Unfortunately, not every disease is curable and Arnold’s prognosis is a life hooked up to a Life Support machine, his body paralysed and in a coma. A decision is made to switch off the machine.

In this comedy horror, that could be described as “An American Werewolf In London” meets “Weekend At Bernie’s”, Arnold finds that death is definitely not what he expected it to be, as he is pitched into a world of soft-porn movie-makers, zombies, vampires, and werewolves.

JUDD’S ERRAND

Judd Witherspoon senses that something’s wrong. On his feet in an instant, he finds himself facing the double barrels of a shotgun blaster. He eyes the would-be robber with a steely gaze.

​“I’d point that gun away from me and walk away if I were you.”

​The man with the gun sneers.

​“Good job I ain’t you then.”

​“I’m giving you a chance. Walk away now and I’ll pretend this never happened.”
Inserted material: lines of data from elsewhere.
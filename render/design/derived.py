"""Which parts of a loaded design the loader computed rather than took as typed, and from what.

:func:`render.design.load_design` derives some coil keys from other tables
(:mod:`.loading`, :mod:`.construction`, :mod:`.coil_impedance`) and leaves a
mark on the coil where it did: ``winding``, ``geometry``, ``ladder`` and
``impedance_from``, and the design's ``construction``. A tool that changes a
part on a loaded design (``render fit``) must not change one of these alone:
the value it sets is not the one the design's file would give, since the
loader computes it again from its source.
"""

from __future__ import annotations

from dataclasses import dataclass

IMPEDANCE = ("inductance", "resistance", "capacitance", "eddy_resistance", "eddy_coupling", "eddy_corner")
CORE_LOSS = ("inductance", "eddy_resistance", "eddy_coupling", "eddy_corner")  # what a typed [coil_x.ladder] stands for


@dataclass(frozen=True)
class Derived:
    """How the loader computes a part (``why``: "is derived from …"), and what a user may change instead (both in words)."""

    why: str
    instead: str


def derived_parts(design) -> dict[str, Derived]:
    """``{"table.key": Derived}`` for every part ``design`` (as loaded) computes from another table.

    A coil's impedance from ``wire`` and its geometry, from a measurement, or
    its inductance and resistance from a winding; its inductance and core loss
    from a typed ladder; its ``turns_area`` from its geometry; with a
    ``[construction]``, its ``sensitivity`` and ``aperture`` from the field
    solve, and its ``position``, which that solve (and the bobbins' fit
    beside each other) depends on.
    """
    from .coil_impedance import DerivedImpedance, MeasuredImpedance

    out: dict[str, Derived] = {}

    def put(table: str, keys, why: str, instead: str) -> None:
        for k in keys:
            out.setdefault(f"{table}.{k}", Derived(why, instead))

    networks = "free the input networks' parts (input_a.load_c, input_a.load_r, …) instead"
    for name in ("coil_a", "coil_b"):
        c = getattr(design, name)
        source = c.impedance_from
        if isinstance(source, DerivedImpedance):
            put(name, IMPEDANCE, f"is derived from wire and [{name}.geometry]", f"type inductance, resistance and capacitance in place of wire to free them, or {networks}")
        elif isinstance(source, MeasuredImpedance):
            put(name, IMPEDANCE, f"is fitted to the measurement {source.file}", networks)
        elif c.ladder is not None:
            put(name, CORE_LOSS, f"is given by [{name}.ladder] (the inductance with its core loss)", f"free {name}.resistance or {name}.capacitance, or {networks}")
        if c.winding is not None:
            put(name, ("inductance", "resistance"), f"is derived from [{name}.winding]", f"type inductance and resistance in place of the winding to free them, or {networks}")
        if design.construction is not None:
            put(name, ("sensitivity", "aperture"), "is derived from [construction]'s field solve", f"change [construction] or the coils' geometry by hand and compare with render check, or {networks}")
            put(
                name,
                ("position",),
                "places the coil in [construction]'s field solve (seconds for each position; the bobbins must not overlap)",
                "try positions by hand with render check (each solve is kept), or free the networks' parts",
            )
        if c.geometry is not None:
            put(name, ("turns_area",), f"is derived from [{name}.geometry]" + (" and the steel" if design.construction is not None else ""), f"change [{name}.geometry] by hand, or {networks}")
    return out
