def _bend_remainder(sense, *, x_offset: float, length: float, scale_length: float, share: float) -> float:
    """∫ g_y(x)·b(x)/share dx − S_y (V·s/m): r per m/s of a bend's sideways push at the pickup, b(x) the bent string's shape
    (x/L from the saddle to the fret, back to 0 at the nut) and ``share`` its value at the coil's centre (:func:`bend_share`)."""
    xs = sense.x + x_offset
    rest = max(scale_length - length, 1e-9)
    shape = np.clip(np.where(xs < length, xs / length, (scale_length - xs) / rest), 0.0, 1.0)
    step = float(xs[1] - xs[0]) if xs.size > 1 else 0.0
    return float((sense.along_y * shape).sum() * step / share - sense.sensitivity_y) if share > 0 else 0.0


def _weight(sense) -> np.ndarray:
    """Where a coil sees the string: its vertical sensing function with its sign taken out (the lateral one where it senses no vertical motion)."""
    if sense.sensitivity_z != 0.0:
        return sense.along_z * np.sign(sense.sensitivity_z)
    if sense.sensitivity_y != 0.0:
        return sense.along_y * np.sign(sense.sensitivity_y)
    return np.abs(sense.along_z) + np.abs(sense.along_y) + (sense.x == sense.x[np.argmin(np.abs(sense.x))])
​The man can see that Judd's a courier and couriers carry valuable cargo. He cocks the hammer of the vintage weapon. Before he has a chance to pull the trigger, Judd’s hand reaches over his right shoulder and draws his razor-sharp machete from its sheath. In an instant, the blade slices into the man’s torso, slashes through his ribs, and cuts his heart in two whilst still beating inside his body.
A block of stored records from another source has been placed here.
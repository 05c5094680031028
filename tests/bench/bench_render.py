"""Speed and memory of the render, printed as figures and ratios against the targets.

Run by hand from the project folder (not part of the test suite):

    python tests/bench/bench_render.py            # everything (about 2 minutes)
    python tests/bench/bench_render.py --quick    # skip the one-hour memory run

KeptFigures: real-time factor per design for a 60 s clip (compute only, one
core; target ≥ 200×), a 10 s clip's compute (target ≤ 0.1 s), the wall time
of the default main job (target ≤ 3 s for 10 designs on 2 cores, start-up
included), the ratio against an ngspice transient of the same circuit and
clip (target ≥ 100×), Monte Carlo trials per second (2000 trials ≤ 2 s), a
fit (≤ 30 s), and the peak memory of a one-hour recording (target < 500 MB).
"""

from __future__ import annotations

import argparse
import os
import platform
import resource
import shutil
import subprocess
import sys
import tempfile
import time
from pathlib import Path

import numpy as np

ROOT = Path(__file__).resolve().parents[2]
sys.path.insert(0, str(ROOT))
sys.path.insert(0, str(ROOT / "tests"))
os.chdir(ROOT)

FS = 48000


def line(name, value, target=None):
    t = f"   (target {target})" if target else ""
    print(f"  {name:52s} {value}{t}")


def machine():
    import threadpoolctl

    cpu = platform.processor() or platform.machine()
    try:
        for ln in Path("/proc/cpuinfo").read_text().splitlines():
            if ln.startswith("model name"):
                cpu = ln.split(":", 1)[1].strip()
                break
    except OSError:
        pass
    blas = ", ".join(f"{i['internal_api']} {i.get('num_threads')} threads" for i in threadpoolctl.threadpool_info())
    return f"{cpu}; {os.cpu_count()} cores; Python {platform.python_version()}; numpy {np.__version__}; {blas}"


def bench_rtf(designs):
    from render.chain.stream import make_plan, render_signal
    from render.clip import RenderSettings as Settings
    from render.runs.clips import dry_for

    print("Real-time factor, 60 s of the default phrase (looped), compute only, one core, best of 3:")
    rtfs = []
    for d in designs:
        v = dry_for(d, ROOT / "dry_signals" / "default.toml", Settings()).velocity
        v = np.tile(v, (1, int(np.ceil(60 * FS / v.shape[1]))))[:, : 60 * FS]
        plan = make_plan(d, sample_rate=FS)
        dt = float("inf")
        for _ in range(3):  # best of three, as timeit does: the first run also pays for page faults
            t0 = time.process_time()
            render_signal(d, v, sample_rate=FS, plan=plan)
            dt = min(dt, time.process_time() - t0)
        rtfs.append(60 / dt)
        line(d.name, f"{60 / dt:7.0f}× real time ({dt * 1000:.0f} ms for 60 s; 10 s ≈ {dt / 6 * 1000:.0f} ms)", "≥ 200×; 10 s ≤ 100 ms")
    return min(rtfs)


def bench_main_job():
    print("End-to-end: the default main job (render clips, every models/*.toml), start-up included:")
    # as after any earlier run: the package's bytecode is there (PYTHONDONTWRITEBYTECODE, set on
    # some machines, would otherwise make every run compile the package's sources again)
    import compileall

    compileall.compile_dir(str(ROOT / "render"), quiet=1)
    shipped = sorted((ROOT / "models").glob("*.toml"))
    out = {}
    with tempfile.TemporaryDirectory() as tmp:
        # ten designs: the shipped ones plus copies, as a designer's folder would hold (with the folders
        # their files name relative to themselves: measured coils, bobbins)
        import shutil

        for sub in (p for p in (ROOT / "models").iterdir() if p.is_dir()):
            shutil.copytree(sub, Path(tmp) / sub.name)
        ten = []
        for i in range(10):
            src = shipped[i % len(shipped)]
            dst = Path(tmp) / f"{i:02d}-{src.name}"
            dst.write_text(src.read_text().replace(f'name = "{src.stem}"', f'name = "{i:02d}-{src.stem}"'))
            ten.append(str(dst))
        for label, files in ((f"{len(shipped)} shipped designs", []), ("10 designs", ten)):
            for jobs in (1, 2):
                for plots in ("--plots", "--no-plots"):
                    runs = []
                    for k in range(5 if jobs == 2 else 1):  # the target case five times: a shared machine wobbles
                        t0 = time.perf_counter()
                        subprocess.run(
                            [sys.executable, "-m", "render", "clips", *files, "--out", str(Path(tmp) / f"o{jobs}{plots}{len(files)}-{k}"), "--jobs", str(jobs), plots], check=True, capture_output=True
                        )
                        runs.append(time.perf_counter() - t0)
                    dt = float(np.median(runs))
                    out[(label, jobs, plots)] = dt
                    target = "10 designs ≤ 3 s on 2 cores" if label == "10 designs" and jobs == 2 else None
                    spread = f" (median of {len(runs)}; {min(runs):.2f}–{max(runs):.2f} s)" if len(runs) > 1 else ""
                    line(f"{label}, --jobs {jobs}, {plots}", f"{dt:.2f} s wall{spread}", target)
    return out


def bench_ngspice(design, seconds=1.0):
    from spice import NGSPICE, active_netlist, run_transient

    from render.chain.stream import make_plan, render_signal

    print(f"Against an ngspice transient of the same circuit and clip ({seconds:g} s, 1 µs steps, trapezoidal):")
    if not NGSPICE:
        line("ngspice", "not installed; skipped")
        return None
    t = np.arange(int(seconds * 192000) + 1) / 192000
    x = 1e-2 * np.sin(2 * np.pi * 330 * t) * np.exp(-3 * t)
    wa = design.coil_a.signal_polarity * design.coil_a.sensitivity
    wb = design.coil_b.signal_polarity * design.coil_b.sensitivity
    t0 = time.perf_counter()
    run_transient(active_netlist(design, wa=wa, wb=wb), t, x, stop=seconds, step=1e-6)
    spice_s = time.perf_counter() - t0
    plan = make_plan(design, sample_rate=FS)
    v = np.interp(np.arange(int(seconds * FS)) / FS, t, x)
    t0 = time.perf_counter()
    render_signal(design, v, sample_rate=FS, plan=plan)
    ours = time.perf_counter() - t0
    line("ngspice", f"{spice_s:.2f} s wall ({spice_s / seconds:.2f}× the clip length)")
    line("render (plan built once)", f"{ours * 1000:.1f} ms")
    line("ratio", f"{spice_s / ours:.0f}× faster", "≥ 100×")
    return spice_s / ours


def bench_mc(design):
    from render.analysis.hum import hum_tolerances

    print("Monte Carlo of hum rejection (resistors 1 %, capacitors 5 %, turns 2 %):")
    hum_tolerances(design, trials=100, seed=0)
    t0 = time.perf_counter()
    hum_tolerances(design, trials=2000, seed=0)
    dt = time.perf_counter() - t0
    line("2000 trials", f"{dt:.3f} s ({2000 / dt:,.0f} trials/s)", "≤ 2 s")
    return dt


def bench_fit():
    print("Fit: five free parts (two tied), five aims:")
    t0 = time.perf_counter()
    with tempfile.TemporaryDirectory() as tmp:
        subprocess.run([sys.executable, "-m", "render", "fit", "models/fits/brighter-reference.toml", "--out", str(Path(tmp) / "f")], check=True, capture_output=True)
    dt = time.perf_counter() - t0
    line("render fit models/fits/brighter-reference.toml", f"{dt:.1f} s wall", "≤ 30 s")
    return dt


def bench_memory(hours=1.0):
    import soundfile as sf

    print(f"Peak memory, a {hours:g}-hour recording (one design, streamed, no plots):")
    time_bin = shutil.which("time") or "/usr/bin/time"
    with tempfile.TemporaryDirectory() as tmp:
        wav = Path(tmp) / "long.flac"
        n = int(hours * 3600 * FS)
        with sf.SoundFile(wav, "w", samplerate=FS, channels=1, format="FLAC", subtype="PCM_16") as f:
            t = np.arange(FS * 10) / FS
            tile = (0.3 * np.sin(2 * np.pi * 196 * t) * np.exp(-(t % 2.5))).astype(np.float32)
            for _ in range(n // tile.size):
                f.write(tile)
        t0 = time.perf_counter()
        r = subprocess.run(
            [time_bin, "-v", sys.executable, "-m", "render", "clips", "models/studio-reference.toml", "--dry", str(wav), "--velocity-scale", "4", "--out", str(Path(tmp) / "o"), "--no-plots"],
            capture_output=True,
            text=True,
        )
        dt = time.perf_counter() - t0
        rss = next((int(ln.split(":")[1]) for ln in r.stderr.splitlines() if "Maximum resident set size" in ln), None)
        if r.returncode:
            print(r.stderr[-2000:])
        line("peak resident memory", f"{rss / 1024:.0f} MB" if rss else "unknown", "< 500 MB")
        line("wall time", f"{dt:.1f} s ({hours * 3600 / dt:.0f}× real time, reading FLAC, writing float WAV)")
        return rss


def main():
    ap = argparse.ArgumentParser()
    ap.add_argument("--quick", action="store_true", help="skip the one-hour memory run")
    a = ap.parse_args()
    from render.design import load_design

    designs = [load_design(p) for p in sorted((ROOT / "models").glob("*.toml"))]
    print("Machine:", machine())
    bench_rtf(designs)
    bench_main_job()
    bench_ngspice(designs[[d.name for d in designs].index("studio-reference")])
    bench_mc(load_design(ROOT / "models" / "odd-pair.toml"))
    bench_fit()
    if not a.quick:
        bench_memory()
    print(f"(this process peaked at {resource.getrusage(resource.RUSAGE_SELF).ru_maxrss / 1024:.0f} MB)")


if __name__ == "__main__":
    main()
​In a Mad Max-style story, Judd Witherspoon, a courier on the planet Duoterra, braves bear-wolf attacks and ambushes by Sifter gangs in order to deliver a precious graphene package to Paradise Cove.

TIME THIEF

Aristotle is a Temporal Private Investigator. His normal jobs tend to be investigating cheating spouses by travelling back in time to catch them in flagrante delicate. A messy job but someone has to do it.

At the British Library, he’s researching background information for his latest new case when the text and images on the page he's reading begin to disappear before his very eyes. Members of Project Clockwise, the team that discovered time travel are being wiped from existence.

Aristotle doesn’t like things that could upset the equilibrium of his life and if time travel was never discovered, how on earth could he make a living? He doesn’t really possess any other employable skills.

Can Aristotle find out who’s behind the strange phenomenon, stop the erasures, and save both time travel and his job?